Long-term facial outcome was poor in 5 (5.7%) cases and good in 94.2% cases. In addition, 100.0% of the cases with immediate post-surgery HB II (mild facial weakness) and 91% of the cases with immediate post-surgery HB III (moderate facial weakness) had full recovery (grade HB I). The Chi-square test showed a statistically significant difference for poor outcome at the end of 1 year for patients who had severe immediate postoperative weakness ([Table 1]). [Table 2] shows the clinical profile of patients with poor outcome at the end of 1year post-surgery.

Association between Tumor Size and Severity of Paralysis at 1 year Post-surgery

At 1 year post-surgery, 5.8% of the cases with tumor size less than 3 cm had HB III and above as against 5.7% of the cases with tumor size more than 3 cm. This difference was not statistically significant ([Table 3]).

Association between FN Outcome and Physical Therapy

All patients with HB II and above were advised physical therapy. In addition, 95.5% of the cases with mild and moderate immediate postoperative weakness and 57.1% with severe and poor immediate postop weakness who were compliant with physical therapy showed improvement, thus implying a statistically significant relation with compliance to physical therapy ([Table 4]). One patient with tumor size less than 3 cm had poor outcome. This patient was uncooperative for physical therapy. An EMG nerve conduction study (EMG NCS) was done only for this patient from this series. The test was done at 10 months post-surgery. It showed attenuated distal facial motor compound muscle action potential amplitudes from the orbicularis oculi, nasalis, and orbicularis oris suggestive of distal continuity. EMG showed fibrillations and positive sharp waves at rest. No recruitment was noted on maximal volitional effort from single-site needle EMG for frontalis, orbicularis oculi, and orbicularis oris.
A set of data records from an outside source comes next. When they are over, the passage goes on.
def test_load_dark_folder_and_size_message(tmp_path):
    rng = np.random.default_rng(11)
    folder = tmp_path / "darks"
    folder.mkdir()
    codes = [rng.integers(900, 1100, (48, 64)).astype(np.uint16) for _ in range(5)]
    for i, c in enumerate(codes):
        tifffile.imwrite(folder / f"d{i}.tif", c)
    md = load_dark(folder, channel="red", transfer="auto", shape=(48, 64))
    # 16-bit TIFF -> linear: the level is the median of code / 65535 (numpy reference).
    np.testing.assert_allclose(md.level, np.median(np.stack(codes) / 65535, axis=0), rtol=1e-6)
    assert md.provenance["transfer"]["resolved"] == "linear"
    assert md.n_frames == 5
    with pytest.raises(ShapeMismatchError) as info:
        load_dark(folder, channel="red", transfer="auto", shape=(60, 80))
    assert info.value.reason == ("dark frame is 64x48 but the recording is 80x60; record "
                                 "darks at the same resolution")
    assert info.value.path == str(folder)


def test_load_dark_from_video(tmp_path):
    rng = np.random.default_rng(12)
    planes = [(np.full((32, 32), 20, np.uint8) + rng.integers(0, 3, (32, 32), dtype=np.uint8),
               np.full((16, 16), 128, np.uint8), np.full((16, 16), 128, np.uint8))
              for _ in range(6)]
    path = tmp_path / "dark.mp4"
    write_yuv_video(path, planes, options={"qp": "0"})
    md = load_dark(path, channel="luma", transfer="linear", shape=(32, 32))
    ys = np.stack([p[0] for p in planes]).astype(np.float64)
    np.testing.assert_allclose(md.level, np.median((ys - 16) / 219, axis=0), atol=1e-6)
    assert md.provenance["kind"] == "video"


# ----------------------------------------------------------------------------- flat, exposure


def test_flat_field_recovers_vignetting():
    # Flat-field correction (common practice, as in CCD reduction): flat = mean(flat -
    # dark) normalised; dividing a flat-lit frame by it leaves a uniform image.
    yy, xx = np.mgrid[0:30, 0:40]
    vignette = 1 - 0.3 * (((yy - 15) / 15) ** 2 + ((xx - 20) / 20) ** 2) / 2
    rng = np.random.default_rng(13)
    dark = np.full((30, 40), 0.01)
    flats = [0.5 * vignette + dark + rng.normal(0, 0.001, (30, 40)) for _ in range(20)]
    flat = flat_field(flats, dark=dark)
    assert flat.dtype == np.float32
    np.testing.assert_allclose(flat, vignette / np.median(vignette), atol=0.002)
    scene = 0.2 * vignette
    region = (slice(2, 12), slice(5, 25))
    corrected = apply_flat(scene[region], flat, region=region)
    assert corrected.std() / corrected.mean() < 0.005
    with pytest.raises(ShapeMismatchError):
        apply_flat(np.ones((3, 3)), flat)
    assert np.isnan(apply_flat(np.ones((1, 2)), np.array([[1.0, 0.0]]))[0, 1])


def test_normalise_exposure():
    # Signal per second: a scene at 1/30 s and at 1/15 s (twice the light) agree
    # (DOMAIN: exposure normalisation; linear sensor model, EMVA 1288 eq. 6).
    rate = np.array([[0.6, 1.2]], np.float32)
    a = normalise_exposure(rate * (1 / 30), 1 / 30)
    b = normalise_exposure(rate * (1 / 15), 1 / 15)
    np.testing.assert_allclose(a, b, rtol=1e-6)
    np.testing.assert_allclose(a, rate, rtol=1e-6)
    # ISO: a recording at ISO 200 reads twice as high; scaled to reference ISO 100.
    c = normalise_exposure(2 * rate * (1 / 30), 1 / 30, iso=200, reference_iso=100)
    np.testing.assert_allclose(c, rate, rtol=1e-6)
    kept = normalise_exposure(rate, None)
    np.testing.assert_array_equal(kept, rate)
    assert kept is not rate
    with pytest.raises(InputFormatError, match="positive"):
        normalise_exposure(rate, 0.0)


def test_vfr_video_channel_time_consistency(tmp_path):
    # Frames of a VFR video keep their pts times while channel values come from each
    # frame's own planes (PyAV frame.time, CAMERA_NOTES 4).
    rng = np.random.default_rng(14)
    frames = [patch_planes(rng) for _ in range(3)]
    path = tmp_path / "v.mp4"
    write_yuv_video(path, frames, pts=[0, 25, 90], time_base=Fraction(1, 600),
                    options={"qp": "0"})
    got = list(open_recording(path).frames())
    assert [f.time_s for f in got] == pytest.approx([0, 25 / 600, 90 / 600])
    for f, (y, _, _) in zip(got, frames):
        np.testing.assert_allclose(channel_values(f, "luma"), (y - 16.0) / 219, atol=1e-6)


def test_ten_bit_limited_range_scaling():
    # n-bit limited range: E'Y = (Y - 16*2^(n-8)) / (219*2^(n-8)), E'C = (C - 128*2^(n-8)) /
    # (224*2^(n-8)) (ITU-R BT.709-6 / BT.2020-2; CAMERA_NOTES 1.3: 10-bit V = (D - 64)/876).
    y = np.array([[64, 502, 940, 1019]], np.uint16)
    cb = np.full((1, 2), 512, np.uint16)
    cr = np.array([[512, 960]], np.uint16)
    fr = Frame(index=0, time_s=0.0, data=y, max_code=1023, source="m", kind="video",
               chroma=(cb, cr), chroma_step=(1, 2), yuv_matrix="bt2020",
               yuv_range="limited", bit_depth=10)
    np.testing.assert_allclose(channel_values(fr, "luma")[0],
                               [0.0, 438 / 876, 1.0, 955 / 876], atol=1e-7)
    # BT.2020 Kr = 0.2627: R' = Y' + (2 - 2 Kr) E'Cr, with E'Cr = 448/896 = 0.5.
    red = channel_values(fr, "red")[0]
    np.testing.assert_allclose(red[:2], [0.0, 438 / 876], atol=1e-7)
    np.testing.assert_allclose(red[2:], [1.0 + (2 - 2 * 0.2627) * 0.5,
                                         955 / 876 + (2 - 2 * 0.2627) * 0.5], atol=1e-6)


@pytest.mark.parametrize("step,shape", [((2, 2), (37, 51)), ((1, 2), (20, 33)), ((1, 1), (9, 14))])
@pytest.mark.parametrize("channel", ["luma", "red", "blue"])
def test_coded_crop_values_equal_the_formulas(step, shape, channel):
    # code_values (one table lookup per pixel) must give exactly linearize(channel_values)
    # (the BT formulas of CAMERA_NOTES 1.4 and the BT.709 EOTF), for odd frame sizes and
    # crops starting on odd rows/columns where the chroma is shared unevenly.
    from ecl_quant.radiometry import code_values

    rng = np.random.default_rng(51)
    h, w = shape
    y = rng.integers(0, 256, (h, w), np.uint8)
    ch, cw = -(-h // step[0]), -(-w // step[1])
    cb = rng.integers(0, 256, (ch, cw), np.uint8)
    cr = rng.integers(0, 256, (ch, cw), np.uint8)
    fr = Frame(index=0, time_s=0.0, data=y, max_code=255, source="m", kind="video",
               chroma=(cb, cr), chroma_step=step, yuv_matrix="bt709", yuv_range="limited")
    for region in [None, (slice(1, h - 2), slice(3, w)), (slice(h - 5, h), slice(w - 4, w))]:
        # The chroma of pixel (y, x) is plane[min(y // sy, H - 1), min(x // sx, W - 1)]
        # (nearest neighbour, as FFmpeg's point scaler; common practice), by plain indexing.
        from ecl_quant.radiometry import _upsample_chroma

        rr = region or (slice(0, h), slice(0, w))
        rows = np.minimum(np.arange(h)[rr[0]] // step[0], ch - 1)
        cols = np.minimum(np.arange(w)[rr[1]] // step[1], cw - 1)
        r0, c0 = rr[0].start or 0, rr[1].start or 0
        bounds = (r0, r0 + rows.size, c0, c0 + cols.size)
        np.testing.assert_array_equal(_upsample_chroma(cr, step, bounds), cr[rows][:, cols])
        coded = code_values(fr, channel, "bt709", region=region)
        expected = linearize(channel_values(fr, channel, region=region), TransferSpec("bt709"),
                             channel=channel)
        np.testing.assert_array_equal(coded.values(), expected)
        # Ranks order the values (equal values share a rank).
        v = coded.table.astype(np.float64)
        np.testing.assert_array_equal(coded.rank_value[coded.rank], v)
        assert np.all(np.diff(coded.rank_value) > 0)
        # Lazy: the same codes from the planes, whole or at a few pixels.
        lazy = code_values(fr, channel, "bt709", region=region, lazy=True)
        assert lazy.source is not None and lazy.shape == coded.codes.shape
        flat = rng.integers(0, coded.codes.size, 40)
        np.testing.assert_array_equal(lazy.codes_at(flat), coded.codes.reshape(-1)[flat])
        # values() before the crop of codes exists: the compiled gather of every pixel
        # (when built), then from the codes
        np.testing.assert_array_equal(lazy.values(), expected)
        np.testing.assert_array_equal(lazy.codes, coded.codes)
        np.testing.assert_array_equal(lazy.values(), expected)


@pytest.mark.parametrize("rotation", [0, 1, 3])
@pytest.mark.parametrize("channel", ["luma", "red"])
def test_compiled_plane_gather_equals_the_formulas(rotation, channel):
    # The kernel reads codes straight from the decoded planes (nearest chroma by lookup
    # tables); its values must be linearize(channel_values) at those pixels (the BT
    # formulas, CAMERA_NOTES 1.4), also for rotated (negative-stride) planes and crops
    # reaching the last, unevenly shared chroma row and column.
    from ecl_quant import _jit
    from ecl_quant.radiometry import code_values

    if not _jit.enabled():
        pytest.skip("compiled kernels disabled (ECL_QUANT_JIT=0 in the environment)")
    kernels = _jit.kernels()
    assert kernels is not None, "build the C kernels: pip install -e ."
    rng = np.random.default_rng(53 + rotation)
    y = rng.integers(0, 256, (37, 51), np.uint8)
    cb = rng.integers(0, 256, (19, 26), np.uint8)
    cr = rng.integers(0, 256, (19, 26), np.uint8)
    y, cb, cr = (np.rot90(a, rotation) for a in (y, cb, cr))
    fr = Frame(index=0, time_s=0.0, data=y, max_code=255, source="m", kind="video",
               chroma=(cb, cr), chroma_step=(2, 2), yuv_matrix="bt709", yuv_range="limited")
    h, w = y.shape
    region = (slice(3, h), slice(1, w))
    lazy = code_values(fr, channel, "bt709", region=region, lazy=True)
    src = lazy.source
    expected = linearize(channel_values(fr, channel, region=region), TransferSpec("bt709"),
                         channel=channel)
    ch, cw = expected.shape
    # Random pixels (runs of one) and whole rows of the crop (runs to its last column),
    # read with a shift of the runs by (dy, dx) = (-1, 1).
    dy, dx = -1, 1
    flat = np.concatenate([rng.integers(0, (ch - 1) * (cw - 1), 300),
                           np.arange(5 * cw, 7 * cw)])
    rows, cols = np.divmod(flat, cw)
    keep = (rows + dy >= 0) & (cols + dx < cw)
    rows, cols = rows[keep], cols[keep]
    runs = _jit.as_runs(rows * cw + cols, cw)
    assert runs.shape[0] < rows.size  # the whole rows became runs
    vals = np.empty(rows.size, np.float32)
    keys = np.empty(rows.size, np.int32)
    kernels.gather_planes(src.luma, src.chroma, src.bounds[0], src.bounds[2], 1, 1, runs,
                          dy, dx, lazy.table, vals, keys)
    np.testing.assert_array_equal(vals, expected[rows + dy, cols + dx])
Profile of Patients Operated for Tumor Recurrence

Nine patients were operated for tumor recurrence. All had large tumors, i.e., more than 3 cm. Furthermore, 62.5% of the patients had HB II and above immediate post-surgery weakness, ranging from HB II to HB IV. But at the end of 1 year, eight patients (88.8%) had no facial weakness. Only one patient had HB IV at the end of 1 year post-surgery. This patient was noncompliant for physical therapy.

Discussion

With the advent of IONM, FN preservation after CPA tumor surgeries has improved significantly. Using both free-run and triggered EMG is the accepted paradigm for IONM for FN monitoring. However, because the tumor is in close proximity and often adherent to the FN, there is always a concern for FN injury in spite of IONM.

The incidence of long-term facial dysfunction after VS surgery ranges from 4.8 to 41%, the mean being approximately 19%.[8] In the present study, 80% tumors were large but not associated with poor outcome. On the other hand, interestingly, only one patient with tumor less than 3 cm who was not compliant with physical therapy had poor outcome. No correlation for tumor size has been reported previously in 100 patients of VS.[5]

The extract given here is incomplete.